Complexes of the general formula, ML₂ [M = Cu^II, Ni^II, Co^II and OV^IV; L = 1,2,3,5,6,7,8,8a-octahydro-3-hydroxyimino-N-(4-X-phenyl)-l-phenyl-5-(phenylmethylene)-2-naphthalenecarboxamide (X = H, Me, OMe, Cl)] have been prepared and characterized on the basis of elemental analysis, magnetic moments and i.r., e.p.r. and electronic spectra. These metal complexes contain the N₄ chromophore with the ligand coordinating through nitrogens of the azomethine and deprotonated anilide functions. C.v. measurements indicate that the copper(II) complexes are quasi-reversible in acetonitrile solution. Square planar and square pyramidal structures are assigned respectively to the copper(II) and oxovanadium(IV) complexes, whereas tetrahedral geometry is assigned to the nickel(II) and cobalt(II) complexes. Deprotonated anilide nitrogen is involved in coordination and the presence of an electron-donating group para to the anilide function decreases the ΔE values of the d–d transitions while the value is found to increase when electron-withdrawing groups are substituted.
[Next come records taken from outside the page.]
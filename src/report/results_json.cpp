// results.json: every trial, the summary, the context and the warnings.
#include "gapmark/analysis/results_json.hpp"
#include "gapmark/experiment/results_io.hpp"
#include "gapmark/report/reporter.hpp"

namespace gapmark {
namespace {

class ResultsJson final : public Reporter {
public:
  std::string file_name() const override { return kResultsFile; }
  std::string render(const ResultSet& results, const Summary& summary) const override {
    return results_to_json(results, summary).dump(1) + "\n";
  }
};

const Registration<Reporter> registration{{
    .name = "results-json",
    .summary = "every trial with its metrics, the summary and the run's context (JSON)",
    .params = {},
    .make = [](const ParamValues&) { return std::make_unique<ResultsJson>(); },
}};

}  // namespace
}  // namespace gapmark
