#include "gapmark/report/table_text.hpp"

#include "gapmark/text_safety.hpp"

#include <algorithm>
#include <cmath>
#include <cstdio>

namespace gapmark {

namespace {

/// The decimals of a summary: from its interval, or from ±2 sd without one.
int summary_decimals(const MetricSummary& s) {
  if (std::isfinite(s.ci_low) && std::isfinite(s.ci_high)) return supported_decimals(s.ci_low, s.ci_high);
  if (std::isfinite(s.sd)) return supported_decimals(s.mean - 2 * s.sd, s.mean + 2 * s.sd);
  return -1;
}

}  // namespace

std::string mean_sd(const MetricSummary& s) {
  if (s.n == 0 || std::isnan(s.mean)) return "n/a";
  if (std::isnan(s.sd)) return short_number(s.mean);
  const int decimals = summary_decimals(s);
  // An sd that is numerical noise (below 1e-9 of the mean) is zero.
  const bool noise = !(s.sd > 1e-9 * std::abs(s.mean));
  if (decimals < 0) return short_number(s.mean) + " ± " + (noise ? "0" : short_number(s.sd));
  return fixed_number(s.mean, decimals) + " ± " + fixed_number(noise ? 0.0 : s.sd, decimals);
}

std::string interval(const MetricSummary& s) {
  if (std::isnan(s.ci_low)) return "";
  const int decimals = summary_decimals(s);
  return "[" + fixed_number(s.ci_low, decimals) + ", " + fixed_number(s.ci_high, decimals) + "]";
}

std::string series_units(const ResultSet& results, const std::string& label) {
  const SeriesDescription* s = find_series(results.series, label);
  return s ? s->units : "";
}

std::string metric_label(const MetricColumn& column, const std::string& units) {
  return column.unit == "value" && !units.empty() ? column.name + " (" + units + ")" : column.name;
}

std::string direction_words(Direction d) {
  switch (d) {
    case Direction::Lower: return "lower is better";
    case Direction::ZeroBest: return "closer to 0 is better";
    case Direction::Higher: return "higher is better";
    case Direction::OneBest: return "closer to 1 is better";
    case Direction::None: return "descriptive";
  }
  return "";
}

std::string markdown_text(const std::string& text) {
  const std::string valid = utf8_replaced(text);
  std::string out;
  out.reserve(valid.size());
  for (char c : valid) {
    const auto u = static_cast<unsigned char>(c);
    if (u < 0x20 || u == 0x7F) out += ' ';
    else if (c == '<') out += "&lt;";
    else if (c == '>') out += "&gt;";
    else if (c == '&') out += "&amp;";
    else if (c == '\\' || c == '`' || c == '*' || c == '|') {
      out += '\\';
      out += c;
    } else {
      out += c;
    }
  }
  return out;
}

std::string markdown_code(const std::string& text) {
  const std::string shown = printable(text, 200);
  if (shown.find('`') == std::string::npos) return "`" + shown + "`";
  return "`` " + shown + " ``";
}

std::string markdown_table(const std::vector<std::string>& header,
                           const std::vector<std::vector<std::string>>& rows) {
  const auto escape = [](const std::string& cell) { return markdown_text(cell); };
  std::string out = "|";
  for (const auto& h : header) out += " " + escape(h) + " |";
  out += "\n|";
  for (std::size_t i = 0; i < header.size(); ++i) out += i < 2 ? "---|" : "--:|";
  out += "\n";
  for (const auto& row : rows) {
    out += "|";
    for (const auto& cell : row) out += " " + escape(cell) + " |";
    out += "\n";
  }
  return out;
}

}  // namespace gapmark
Line spacing in the e.p.r. spectra of the copper(II) and oxovanadium(IV) complexes increases when methyl group is para to the anilide group, and decreases when this group is replaced by methoxy or chloro. The ν(C–N) of the anilide group and the ν(C-N) of the azomethine function of the oxime metal complexes are metal-sensitive and the blue shift for the above stretching frequencies follows the order: copper(II) > oxovanadium(IV) > nickel(II) ≈ cobalt(II). This revised version was published online in June 2006 with corrections to the Cover Date.